Вот здесь сидел начальник оперативного отдела, изображая ярославского мужика-бородача, не побоявшегося на допросе заявить: «Ты пойми такое. Ты мне шьешь контрреволюцию и поставишь к стенке за антисоветскую агитацию. Ты уже записал, что я враг той счастливой жизни, к которой ведет партия. Ты это доказал, а я, значит, сознался. К тому моему сознанию добавь: если б о счастье человеческом перестали толковать на съездах и счастье объявлять в программе устройства земного рая — полегче жилось бы человеку».

Над философией ярославского мужика дружно потешались.

А вот здесь сидел следователь по особо важным делам, только что закончивший «дело профессоров».

— Враги признались, — говорил следователь. — Только философия их была посложней ярославца. Они — враги идеологические. Они — против диктатуры пролетариата.

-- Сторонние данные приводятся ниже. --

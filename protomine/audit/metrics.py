"""Clustering quality against held-out labels, and yaw consistency modulo a symmetry period.

Conventions:

- ``clusters`` (N,) are integer cluster ids of the labelled objects; ``labels`` (N,) are their truth
  labels (any hashable values, usually strings).  Both describe the same N objects, in the same order.
- Purity (Manning, Raghavan & Schutze 2008, ch. 16) = (1/N) sum_k max_j |cluster_k & class_j|;
  inverse purity swaps the roles of clusters and classes.
- Hungarian-matched accuracy: each cluster is matched to at most one label (one-to-one, maximising the
  number of agreeing objects, ``scipy.optimize.linear_sum_assignment``); objects in unmatched clusters
  count as wrong.
- NMI, ARI, Rand index, homogeneity / completeness / V-measure come from scikit-learn unchanged
  (NMI with the arithmetic-mean normalisation, as in Manning et al. 2008).
- Yaw in degrees.  A prototype with symmetry order n (library convention: 0 = continuous, 1 = none,
  n = n-fold) has period 360/n degrees; continuous symmetry has period ``inf`` and every yaw error is 0.
  Truth yaw is measured from the capture's reference direction, predicted yaw from the prototype's own
  frame, so the two differ by one unknown offset per cluster: truth = predicted + offset (mod period).
- Rotations (3, 3), x_world = R x_frame: truth rotations are from the labeller's (or the class's) own frame,
  predicted ones from the prototype's, so they differ by one unknown offset O per cluster, R_true ~ R_pred O;
  a symmetry group (G, 3, 3) acting on the right of R_true (``rotation_offset``, ``rotation_error_deg``) makes
  R_true g the same pose.  Errors are geodesic angles (rotation angle of A^T B) in degrees.
- Yaw error about up from rotations (``yaw_about_up_error_deg``): the residual D = R_true g (R_pred O)^T (world <-
  world, g the symmetry element nearest) is split by the swing-twist decomposition about the world up u (Dobrowolski
  2015, "Swing-twist decomposition in Clifford algebra"; common practice in animation): D = S T, T a turn about u,
  S about an axis perpendicular to u.  The yaw error is |angle of T|: the turn about the support normal that is
  left once the one per-cluster offset is removed, defined for every member whatever face it rests on (the
  twist's quaternion is the projection of D's onto (u, 1), so T is the turn about u nearest D).  For upright
  members (R = Rz(yaw) in the plane's frame) it is the plain yaw difference.
- Symmetry groups: ``None`` = every rotation about z (a continuous symmetry about the class's up); an array (G, 3, 3)
  = those rotations, or (n, G, 3, 3) = each of n objects its own (a symmetry whose axis depends on the instance's
  proportions, such as a mallet's handle); :class:`AboutZ` (reps (G, 3, 3) or (n, G, 3, 3)) = every g Rz(t), g in
  reps: a continuous symmetry about z together with turns that move up (a spool end for end).
"""
from __future__ import annotations

import math
from dataclasses import dataclass

import numpy as np
from scipy.optimize import linear_sum_assignment
from scipy.stats import circmean
from sklearn import metrics as skm
from sklearn.metrics.cluster import contingency_matrix

from ..geometry import angle_diff_deg
from ..rotations import geodesic_deg, matrix_to_quat, yaw_matrix

__all__ = [
    "contingency", "purity_score", "inverse_purity_score", "hungarian_accuracy_score",
    "clustering_scores", "symmetry_to_period_deg", "yaw_offset_deg", "yaw_error_deg", "rotation_offset",
    "rotation_error_deg", "about_z_geodesic_deg", "twist_deg", "yaw_about_up_error_deg", "AboutZ",
]


@dataclass(frozen=True)
class AboutZ:
    """The symmetry group {g Rz(t): g in reps, every t}: a continuous symmetry about z with further turns that move up
    (reps (G, 3, 3), the identity among them, or (n, G, 3, 3) per object)."""

    reps: np.ndarray


def _check_pair(clusters, labels) -> tuple[np.ndarray, np.ndarray]:
    clusters = np.asarray(clusters)
    labels = np.asarray(labels)
    if clusters.ndim != 1 or labels.ndim != 1 or clusters.shape != labels.shape:
        raise ValueError(f"clusters and labels must be 1-D of equal length, got {clusters.shape} and {labels.shape}")
    if clusters.size == 0:
        raise ValueError("need at least one labelled object, got 0")
    return clusters, labels


def contingency(clusters, labels) -> tuple[np.ndarray, np.ndarray, np.ndarray]:
    """Counts table (K, L): row k = cluster ``cluster_ids[k]``, column j = label ``label_names[j]``.

    Returns (table (K, L) int64, cluster_ids (K,), label_names (L,)), both sorted ascending.
    """
    clusters, labels = _check_pair(clusters, labels)
    cluster_ids = np.unique(clusters)
    label_names = np.unique(labels)
    return contingency_matrix(clusters, labels).astype(np.int64), cluster_ids, label_names


def _purity(table: np.ndarray) -> float:
    return float(table.max(axis=1).sum() / table.sum())


def purity_score(clusters, labels) -> float:
    """Fraction of objects whose label is their cluster's majority label (higher is better)."""
    return _purity(contingency(clusters, labels)[0])


def inverse_purity_score(clusters, labels) -> float:
    """Purity with clusters and labels swapped: how whole each label class is kept."""
    return _purity(contingency(clusters, labels)[0].T)


def _hungarian_accuracy(table: np.ndarray) -> float:
    rows, cols = linear_sum_assignment(table, maximize=True)
    return float(table[rows, cols].sum() / table.sum())


def hungarian_accuracy_score(clusters, labels) -> float:
    """Accuracy after the best one-to-one matching of clusters to labels."""
    return _hungarian_accuracy(contingency(clusters, labels)[0])


def clustering_scores(clusters, labels) -> dict[str, float]:
    """All external clustering scores of (clusters (N,), labels (N,)); every value is higher-is-better."""
    clusters, labels = _check_pair(clusters, labels)
    table = contingency(clusters, labels)[0]
    h, c, v = skm.homogeneity_completeness_v_measure(labels, clusters)
    return {
        "n": int(clusters.size),
        "purity": _purity(table),
        "inverse_purity": _purity(table.T),
        "hungarian_accuracy": _hungarian_accuracy(table),
        "nmi": float(skm.normalized_mutual_info_score(labels, clusters)),
        "ari": float(skm.adjusted_rand_score(labels, clusters)),
        "rand_index": float(skm.rand_score(labels, clusters)),
        "homogeneity": float(h),
        "completeness": float(c),
        "v_measure": float(v),
    }


# --- yaw ------------------------------------------------------------------------------------

def symmetry_to_period_deg(order: int) -> float:
    """Library symmetry order (0 continuous, 1 none, n n-fold) -> yaw period in degrees (inf for 0)."""
    order = int(order)
    if order < 0:
        raise ValueError(f"symmetry order must be >= 0, got {order}")
    return math.inf if order == 0 else 360.0 / order


def yaw_offset_deg(truth_deg, pred_deg, period: float = 360.0) -> float:
    """Robust circular centre of (truth - predicted) modulo ``period``, in [0, period); 0 for infinite period.

    truth_deg, pred_deg: (M,) degrees, M >= 1.  The differences are wrapped onto a circle of
    circumference ``period`` (an n-fold symmetric prototype aligns equally at offset and offset + period).
    The centre is the circular median (the sample minimising the summed angular deviation; Fisher 1993,
    Statistical Analysis of Circular Data, sec. 2.3.2, from memory), refined by the circular mean of the
    differences within period / 8 of it, so one flipped member (a front/back confusion) does not shift
    every other member's error.
    """
    truth_deg = np.asarray(truth_deg, dtype=np.float64)
    pred_deg = np.asarray(pred_deg, dtype=np.float64)
    if truth_deg.shape != pred_deg.shape or truth_deg.ndim != 1 or truth_deg.size == 0:
        raise ValueError(f"truth_deg and pred_deg must be 1-D, non-empty and equal, got {truth_deg.shape} and {pred_deg.shape}")
    if not np.isfinite(period):
        return 0.0
    d = np.mod(truth_deg - pred_deg, period)
    cand = d if d.size <= 2000 else np.sort(d)[np.linspace(0, d.size - 1, 2000).astype(int)]
    dev = np.abs(np.mod(d[None, :] - cand[:, None] + period / 2, period) - period / 2).sum(axis=1)
    med = cand[int(np.argmin(dev))]
    near = np.abs(np.mod(d - med + period / 2, period) - period / 2) <= period / 8
    return float(np.mod(circmean(d[near], high=period, low=0.0), period))


def yaw_error_deg(truth_deg, pred_deg, offset_deg: float, period: float = 360.0) -> np.ndarray:
    """(M,) absolute yaw error in [0, period/2] after aligning predicted yaw by ``offset_deg``."""
    pred = np.asarray(pred_deg, dtype=np.float64) + offset_deg
    return angle_diff_deg(np.asarray(truth_deg, dtype=np.float64), pred, period)


# --- rotations ------------------------------------------------------------------------------

def about_z_geodesic_deg(A: np.ndarray, B: np.ndarray) -> np.ndarray:
    """Least geodesic angle (degrees) between A and B Rz(t) over every angle t, for (..., 3, 3) rotations: the
    distance modulo a continuous symmetry about z.  With M = A^T B, trace(M Rz(t)) = (M00 + M11) cos t +
    (M01 - M10) sin t + M22, largest at M22 + hypot(M00 + M11, M01 - M10); the angle is acos((trace - 1) / 2)."""
    M = np.einsum("...ji,...jk->...ik", np.asarray(A, np.float64), np.asarray(B, np.float64))
    tr = M[..., 2, 2] + np.hypot(M[..., 0, 0] + M[..., 1, 1], M[..., 0, 1] - M[..., 1, 0])
    return np.rad2deg(np.arccos(np.clip((tr - 1.0) / 2.0, -1.0, 1.0)))


def _modulo_group(A: np.ndarray, B: np.ndarray, group) -> np.ndarray:
    """Least geodesic angle between A (..., 3, 3) and B g over g in ``group`` (module docstring: None, (G, 3, 3),
    (..., G, 3, 3) matching B's last batch axis, or :class:`AboutZ`)."""
    if group is None:
        return about_z_geodesic_deg(A, B)
    if isinstance(group, AboutZ):
        return np.min(about_z_geodesic_deg(A[..., None, :, :], B[..., None, :, :] @ group.reps), axis=-1)
    return np.min(geodesic_deg(A[..., None, :, :], B[..., None, :, :] @ group), axis=-1)


def rotation_offset(R_pred: np.ndarray, R_true: np.ndarray, group: np.ndarray | None) -> np.ndarray:
    """One offset O (3, 3) with R_true ~ R_pred O: the geodesic medoid of R_pred^T R_true over members
    R_pred, R_true (n, 3, 3), distances taken modulo the symmetry group on the right (module docstring; ``None``
    for a continuous symmetry about z), each member's candidates turned by its group's elements (the medoid, not a
    mean, so a few flipped members do not move it)."""
    O = np.einsum("nji,njk->nik", R_pred, R_true)  # each defined up to O g
    if group is not None:
        # candidates O_j g, g in member j's group (identity first): with per-member groups (an axis per instance) a
        # member's own symmetry element would otherwise stay in the offset and turn every other member by twice the
        # angle between their axes
        reps = group.reps if isinstance(group, AboutZ) else group
        cand = (O[:, None] @ np.broadcast_to(reps, (len(O),) + np.shape(reps)[-3:])).reshape(-1, 3, 3)
    else:
        cand = O
    d = _modulo_group(cand[:, None], np.broadcast_to(O[None, :], (len(cand),) + O.shape), group)  # (n G, n)
    return cand[int(np.argmin(d.sum(axis=1)))]


def rotation_error_deg(R_pred: np.ndarray, R_true: np.ndarray, O: np.ndarray, group: np.ndarray | None) -> np.ndarray:
    """Errors (n,) in degrees: geodesic angle of R_pred O to R_true, the least over the symmetry group (``None``:
    every rotation about z, exactly)."""
    return _modulo_group(R_pred @ O, R_true, group)


def twist_deg(R: np.ndarray, axis: np.ndarray) -> np.ndarray:
    """Signed angle (..., ) in degrees, in (-180, 180], of the twist of rotations R (..., 3, 3) about unit
    axes (..., 3) (swing-twist decomposition R = S T): with R's quaternion (v, w), w >= 0, the twist is
    2 atan2(v . axis, w).  A rotation of exactly 180 degrees about an axis perpendicular to ``axis`` has no twist
    (0)."""
    q = matrix_to_quat(np.asarray(R, np.float64))
    a = np.asarray(axis, np.float64)
    a = a / np.maximum(np.linalg.norm(a, axis=-1, keepdims=True), 1e-12)
    t = 2.0 * np.arctan2(np.sum(q[..., :3] * a, axis=-1), q[..., 3])
    return np.rad2deg(np.where(t > np.pi, t - 2.0 * np.pi, t))


def yaw_about_up_error_deg(R_pred: np.ndarray, R_true: np.ndarray, O: np.ndarray, group: np.ndarray | None,
                           up: np.ndarray) -> np.ndarray:
    """Yaw errors (n,) in degrees, in [0, 180]: |twist about the world up (n, 3)| of R_true g (R_pred O)^T, g the
    element of ``group`` (module docstring) nearest R_pred O (least geodesic angle; ``None``: the nearest turn about
    z, a continuous symmetry, in closed form as in ``about_z_geodesic_deg``; :class:`AboutZ`: that for each rep).  R_pred, R_true (n, 3, 3) world <-
    frame; O (3, 3) the cluster's offset (``rotation_offset``)."""
    A = np.asarray(R_pred, np.float64) @ O
    B = np.asarray(R_true, np.float64)
    if group is None or isinstance(group, AboutZ):
        reps = np.eye(3)[None] if group is None else np.asarray(group.reps, np.float64)
        reps = np.broadcast_to(reps, (len(A),) + reps.shape[-3:])                     # (n, G, 3, 3)
        M = np.einsum("nji,ngjk->ngik", A, B[:, None] @ reps)                         # A^T B g per rep
        cand = reps @ yaw_matrix(np.rad2deg(np.arctan2(M[..., 0, 1] - M[..., 1, 0], M[..., 0, 0] + M[..., 1, 1])))
    else:
        cand = np.broadcast_to(np.asarray(group, np.float64), (len(A),) + np.shape(group)[-3:])
    pick = np.argmin(geodesic_deg(A[:, None], B[:, None] @ cand), axis=1)
    g = cand[np.arange(len(A)), pick]
    D = B @ g @ np.swapaxes(A, -1, -2)
    return np.abs(twist_deg(D, up))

Они утверждали, что пролетариат тут ни при чем, что партия, прикрываясь такой диктатурой, стремится создать духовно жалких рабов, этих рабов выдавая за «нового человека». «Нового человека», — заявляли профессора, — никогда не будет. А старый человек, естественный продолжатель рода человеческого, тяжело болен болезнью, насильственно привитой ему. Это — болезнь духа. Чтобы покончить с этой болезнью — надо начинать издалека. Для лечения — нужно много времени: надо лечить не болезнь — говорил Боткин — надо лечить человека.